[Supplied records Boundary: Start]
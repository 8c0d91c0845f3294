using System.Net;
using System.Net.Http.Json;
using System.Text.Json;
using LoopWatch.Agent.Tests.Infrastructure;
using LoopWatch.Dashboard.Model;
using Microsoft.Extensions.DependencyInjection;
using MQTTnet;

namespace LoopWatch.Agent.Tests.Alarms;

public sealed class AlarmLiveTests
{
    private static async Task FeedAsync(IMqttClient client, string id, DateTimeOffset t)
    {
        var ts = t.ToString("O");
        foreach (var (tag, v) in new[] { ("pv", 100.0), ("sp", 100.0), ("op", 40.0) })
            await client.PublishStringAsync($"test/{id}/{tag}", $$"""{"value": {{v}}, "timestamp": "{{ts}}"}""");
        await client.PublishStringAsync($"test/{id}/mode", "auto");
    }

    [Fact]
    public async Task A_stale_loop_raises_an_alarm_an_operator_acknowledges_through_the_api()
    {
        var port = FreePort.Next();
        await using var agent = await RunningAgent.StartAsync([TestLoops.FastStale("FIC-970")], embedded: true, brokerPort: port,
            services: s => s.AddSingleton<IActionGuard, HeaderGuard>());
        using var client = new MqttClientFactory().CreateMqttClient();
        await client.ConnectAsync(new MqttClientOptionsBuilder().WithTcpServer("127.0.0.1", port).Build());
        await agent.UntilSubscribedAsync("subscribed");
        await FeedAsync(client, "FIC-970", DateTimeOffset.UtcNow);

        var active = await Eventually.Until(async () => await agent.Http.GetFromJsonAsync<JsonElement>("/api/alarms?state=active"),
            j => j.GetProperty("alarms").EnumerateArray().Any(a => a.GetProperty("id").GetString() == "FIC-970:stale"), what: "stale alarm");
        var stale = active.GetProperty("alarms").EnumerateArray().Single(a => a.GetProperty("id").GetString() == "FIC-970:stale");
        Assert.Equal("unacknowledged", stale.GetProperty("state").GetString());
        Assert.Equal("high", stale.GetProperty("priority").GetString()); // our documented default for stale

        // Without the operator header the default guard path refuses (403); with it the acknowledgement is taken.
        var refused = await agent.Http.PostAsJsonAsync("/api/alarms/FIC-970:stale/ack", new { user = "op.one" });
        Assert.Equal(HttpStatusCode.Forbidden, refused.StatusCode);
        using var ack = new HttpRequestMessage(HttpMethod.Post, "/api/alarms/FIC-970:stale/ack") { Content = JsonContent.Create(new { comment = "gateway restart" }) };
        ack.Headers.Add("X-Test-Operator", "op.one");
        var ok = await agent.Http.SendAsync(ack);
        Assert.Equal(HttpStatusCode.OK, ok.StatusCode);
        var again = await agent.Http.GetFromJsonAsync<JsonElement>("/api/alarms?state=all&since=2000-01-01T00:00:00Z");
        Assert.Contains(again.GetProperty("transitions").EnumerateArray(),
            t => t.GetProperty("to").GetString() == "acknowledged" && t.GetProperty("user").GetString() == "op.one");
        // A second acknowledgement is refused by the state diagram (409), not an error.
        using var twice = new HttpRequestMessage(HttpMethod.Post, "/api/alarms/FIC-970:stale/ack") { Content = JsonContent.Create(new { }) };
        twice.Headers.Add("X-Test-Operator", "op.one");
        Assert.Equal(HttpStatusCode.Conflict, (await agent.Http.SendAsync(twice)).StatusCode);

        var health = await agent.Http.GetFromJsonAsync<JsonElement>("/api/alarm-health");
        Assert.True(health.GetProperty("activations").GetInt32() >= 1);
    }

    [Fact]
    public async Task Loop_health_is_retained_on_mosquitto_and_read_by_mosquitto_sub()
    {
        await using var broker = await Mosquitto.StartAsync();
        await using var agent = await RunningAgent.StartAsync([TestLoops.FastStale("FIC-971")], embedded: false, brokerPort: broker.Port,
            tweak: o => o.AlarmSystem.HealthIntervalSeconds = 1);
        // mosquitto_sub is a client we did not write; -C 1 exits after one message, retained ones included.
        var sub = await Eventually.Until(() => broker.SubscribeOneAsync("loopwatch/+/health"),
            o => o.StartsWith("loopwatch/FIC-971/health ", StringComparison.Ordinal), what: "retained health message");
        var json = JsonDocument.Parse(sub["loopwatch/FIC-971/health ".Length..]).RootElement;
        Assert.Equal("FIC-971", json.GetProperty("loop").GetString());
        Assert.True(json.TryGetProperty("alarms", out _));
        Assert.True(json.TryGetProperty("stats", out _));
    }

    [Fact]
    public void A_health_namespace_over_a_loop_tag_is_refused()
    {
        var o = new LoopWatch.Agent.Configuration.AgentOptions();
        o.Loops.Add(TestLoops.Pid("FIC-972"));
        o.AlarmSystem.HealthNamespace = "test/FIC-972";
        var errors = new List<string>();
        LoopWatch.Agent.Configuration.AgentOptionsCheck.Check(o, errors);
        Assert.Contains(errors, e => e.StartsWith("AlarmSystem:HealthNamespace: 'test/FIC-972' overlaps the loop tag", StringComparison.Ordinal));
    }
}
[Supplied records Boundary: End]
§ What you are asked to do
Pull out every line in the material above where "Equal" occurs.

§ Your response
        Assert.Equal("unacknowledged", stale.GetProperty("state").GetString());
        Assert.Equal("high", stale.GetProperty("priority").GetString()); // our documented default for stale
        Assert.Equal(HttpStatusCode.Forbidden, refused.StatusCode);
        Assert.Equal(HttpStatusCode.OK, ok.StatusCode);
        Assert.Equal(HttpStatusCode.Conflict, (await agent.Http.SendAsync(twice)).StatusCode);
        Assert.Equal("FIC-971", json.GetProperty("loop").GetString());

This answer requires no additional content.